I can't seem to see a thread under retailers, so I'll post this here. I was wondering if anybody else has found the coffeehit website http://coffeehit.co.uk/ to be quite slow? I've tried with Chrome and FireFox and whilst it does work for the most part, it's pretty frustrating waiting for page refreshes etc. in this day and age. I'm also sending them a note but wondered what other peoples experiences were. I have also bought from them and found the service very good, they delivered exactly what I asked for quickly and I received updates to confirm the despatch and delivery times etc. (as you'd expect from an on-line retailer but also surprising rare to find).


----------



## Taylor The Latte Boy (Dec 9, 2013)

The website can be a bit slow for me also. On laptop and phone.


----------



## Glenn (Jun 14, 2008)

Best to feed this back to them so that they can address

The CoffeeHit Team like to receive feedback and I'm sure will address any issues


----------



## Dallah (Jan 31, 2015)

Same observation, the website is slow across every platform (Windows, Mac OSX, iOS) that I have accessed it with and every modern browser (Safari, Opera, IE, Chrome and Firefox).

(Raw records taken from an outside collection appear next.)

/// Align: gap, motion, colour histograms, before/after frames, offsets.
pub fn align(h: &mut String, g: &Gathered) {
    open(h, "align", "Align: the gap between the domains");
    let a = match &g.figures.align {
        Section::Ok(a) => a,
        Section::Missing(note) => {
            missing(h, note);
            h.push_str("</section>");
            return;
        }
    };
    let _ = write!(
        h,
        "<p>Domain gap (unlabelled against labelled frames): <b>{}</b> before, <b>{}</b> after. <span class=\"meta\">({})</span></p>",
        num(a.gap_before, 3),
        num(a.gap_after, 3),
        esc(&a.gap_method)
    );
    let _ = write!(
        h,
        "<p>Motion rate (pixels per frame): labelled {}, unlabelled {}, ratio {}; resampled domain: {}.</p>",
        num(a.labelled_motion_rate, 3),
        num(a.unlabelled_motion_rate, 3),
        num(a.motion_ratio, 3),
        esc(a.resampled.as_deref().unwrap_or("none"))
    );
    let rows: Vec<Vec<String>> = a
        .sets
        .iter()
        .map(|s| {
            vec![
                esc(&s.name),
                if s.labelled { "labelled" } else { "unlabelled" }.into(),
                s.clips.to_string(),
                s.frames.to_string(),
                s.model_frames.to_string(),
                format!("{:.3}", s.speed_factor),
                num(s.motion_rate_before, 3),
                num(s.motion_rate_after, 3),
                num(s.gap_before, 3),
                num(s.gap_after, 3),
            ]
        })
        .collect();
    table(
        h,
        &[
            "set",
            "kind",
            "clips",
            "frames",
            "model frames",
            "speed factor",
            "motion before (px/frame)",
            "motion after",
            "gap before",
            "gap after",
        ],
        &rows,
    );
    let mut figs = Vec::new();
    let names: Vec<String> = a.sets.iter().map(|s| s.name.clone()).collect();
    let bars_of = |f: &dyn Fn(&super::figures::AlignSet) -> Option<f64>,
                   shift: f64|
     -> Vec<(f64, f64, f64)> {
        a.sets
            .iter()
            .enumerate()
            .filter_map(|(i, s)| f(s).map(|v| (i as f64 + shift - 0.2, i as f64 + shift + 0.2, v)))
            .collect()
    };
    figs.push(
        Plot::new("Motion rate per set", "set", "motion (pixels per frame)")
            .categories(names.clone())
            .bars(
                "before",
                bars_of(&|s| s.motion_rate_before, -0.2),
                PALETTE[5],
                0.8,
            )
            .bars(
                "after",
                bars_of(&|s| s.motion_rate_after, 0.2),
                PALETTE[0],
                0.8,
            ),
    );
    if a.sets.iter().any(|s| s.gap_before.is_some()) {
        figs.push(
            Plot::new(
                "Domain gap per unlabelled set",
                "set",
                "gap (squared Fréchet distance)",
            )
            .categories(names)
            .bars("before", bars_of(&|s| s.gap_before, -0.2), PALETTE[5], 0.8)
            .bars("after", bars_of(&|s| s.gap_after, 0.2), PALETTE[0], 0.8),
        );
    }
    for (ch, lo, hi, title) in [
        (0usize, 0.0, 100.0, "L* (lightness)"),
        (1, -128.0, 128.0, "a* (green–red)"),
        (2, -128.0, 128.0, "b* (blue–yellow)"),
    ] {
        let mut p = Plot::new(
            &format!("Colour histogram, {title}"),
            &format!("{title}, CIELAB units"),
            "share of pixels",
        );
        for (i, s) in a.sets.iter().enumerate() {
            let col = PALETTE[i % PALETTE.len()];
            for (hist, after) in [(&s.histogram_before, false), (&s.histogram_after, true)] {
                let Some(hist) = hist else { continue };
                let v = match ch {
                    0 => &hist.l,
                    1 => &hist.a,
                    _ => &hist.b,
                };
                let n = v.len().max(1) as f64;
                let pts = v
                    .iter()
                    .enumerate()
                    .map(|(k, &y)| (lo + (hi - lo) * (k as f64 + 0.5) / n, y))
                    .collect();
                if after {
                    p = p.line(&format!("{} after", s.name), pts, col);
                } else {
                    p = p.dashed(&format!("{} before", s.name), pts, col);
                }
            }
        }
        figs.push(p);
    }
    plots(h, &figs);
    before_after(h, g);
    if a.offsets.is_empty() {
        h.push_str("<p>Clock offsets were not estimated (the spec gives a fixed offset).</p>");
    } else {
        let pts: Vec<(f64, f64)> = a
            .offsets
            .iter()
            .map(|o| (o.estimated_s, o.correlation))
            .collect();
        let untrusted: Vec<(f64, f64)> = a
            .offsets
            .iter()
            .filter(|o| !o.trusted)
            .map(|o| (o.estimated_s, o.correlation))
            .collect();
        plots(
            h,
            &[Plot::new(
                "Estimated clock offsets",
                "offset (s, added to log times)",
                "correlation (Pearson r)",
            )
            .scatter("clips", pts, PALETTE[0])
            .scatter("not trusted (0 used)", untrusted, PALETTE[3])],
        );
        let rows: Vec<Vec<String>> = a
            .offsets
            .iter()
            .map(|o| {
                vec![
                    esc(&o.set),
                    esc(&o.id),
                    format!("{:+.3}", o.estimated_s),
                    format!("{:.3}", o.correlation),
                    format!("{:+.3}", o.offset_s),
                    if o.trusted {
                        "yes".into()
                    } else {
                        "<span class=\"bad\">no</span>".into()
                    },
                ]
            })
            .collect();
        table(
            h,
            &[
                "set",
                "clip",
                "estimated (s)",
                "correlation",
                "applied (s)",
                "trusted",
            ],
            &rows,
        );
    }
    h.push_str("</section>");
}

It looks good but could do with some optimisation.


----------



## DoubleShot (Apr 23, 2014)

Great company name then Coffee*Hit* if the website is getting lots of traffic/hits?


----------



## jlarkin (Apr 26, 2015)

Thanks for feedback. I've sent them an email at same time as posting this. I just wanted to make sure it wasn't just me... So I'll send them a such update to confirm few others have it as well.


----------



## jlarkin (Apr 26, 2015)

Again have to say I did find them very good with the actual order that I placed. Just slow navigation was getting to me.


----------



## Taylor The Latte Boy (Dec 9, 2013)

Make sure you're a registered user before you make any orders. I think I have stumbled across a potential loophole. I made an order about 2 weeks ago without being registered, one item delivered damaged. Tried to make a return and it told me to sign in, so then I registered but there is no option to bring up the order you are trying to return. Just says no order history.

I have emailed them though.


----------